If you are familiar with sportscaster Al Michaels, it's because he's been all over the sports landscape. Recently turned 70, Michaels' 40-plus year career has taken him to the championship moments of the NFL, NBA, NHL and MLB, Triple Crown races, and most legendarily, to the Olympics. His "Do you believe in miracles?" call as the United States ticked down to an improbable hockey victory over the Soviet Union in 1980 will be a broadcasting moment replayed as long as TV sports highlight packages are compiled. He presently does NBC's Sunday Night Football.

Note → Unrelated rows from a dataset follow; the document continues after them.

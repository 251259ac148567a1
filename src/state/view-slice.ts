/** What the reviewer is looking at: screen, selected component, region of interest, progress, notices. */
import type { StateCreator } from 'zustand';
import type { Roi, ViewSlice, WorkbenchState } from './types.ts';

/** Default ROI: the preview picks channels; P300-like window 0.25–0.5 s (common practice); alpha band 8–13 Hz. */
export const DEFAULT_ROI: Roi = { channels: [], windowS: [0.25, 0.5], bandHz: [8, 13], epochEvent: null };

export const createViewSlice: StateCreator<WorkbenchState, [], [], ViewSlice> = (set, get) => ({
  selected: null,
  boardSort: 'index',
  boardFilter: { verdict: 'all', reason: 'all' },
  setBoardSort: (boardSort) => set({ boardSort }),
  setBoardFilter: (patch) => set((s) => ({ boardFilter: { ...s.boardFilter, ...patch } })),
  screen: 'start',
  roi: DEFAULT_ROI,
  progress: null,
  notice: null,
  resumeOffer: null,
  select: (index) => {
    const n = get().decomposition?.nComponents ?? 0;
    if (index !== null && (!Number.isInteger(index) || index < 1 || (n > 0 && index > n))) return;
    set({ selected: index });
  },
  setScreen: (screen) => set({ screen }),
  setRoi: (patch) => set((s) => ({ roi: { ...s.roi, ...patch } })),
  setProgress: (progress) => set({ progress }),
  setNotice: (notice) => set({ notice }),
  setResumeOffer: (resumeOffer) => set({ resumeOffer }),
});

There is not as much golf as I would like to recommend this autobiography to a pure golf fan, but given that the Brooklyn-born Michaels is a golf fanatic, the sport does figure into his account. The latter half has enough golf anecdotes interspersed to make it interesting for the golf fan, including how Michaels made a call to O.J. Simpson to play golf on the day Simpson's wife and an acquaintance of her's would later be murdered. Early in the book, Michaels writes about how his father, Jay, a talent agent-turned TV rights negotiator had worked with legendary agent Mark McCormack on buying rights to sports events. Michaels' father ended up founding and running Trans World International, IMG's television division.
During his career with ABC from 1977-2006, Michaels covered golf at events such as the Tiger Woods "Showdown at Sherwood" night-time specials played under the lights with the likes of David Duval. He writes about those events, as well as his rounds of golf with athletes and celebrities. Throughout the book, Michaels drops a lot of famous names, but it's not obtrusive or excessive. He's simply telling his life's story and the people he met along the way, many of whom became or were famous.
I particularly enjoyed: The nostalgic nature of Michaels' life. He begins by talking about growing up in Brooklyn with three baseball teams in New York to follow. His remembrances of New York's great athletes and how they impacted his life to what it became is something all sports fans can relate to from their own childhood when it is common to adore athletes. Michaels was able to continue that adoration of the players of his youth when his family moved to California, coinciding with the Dodgers' move to Los Angeles.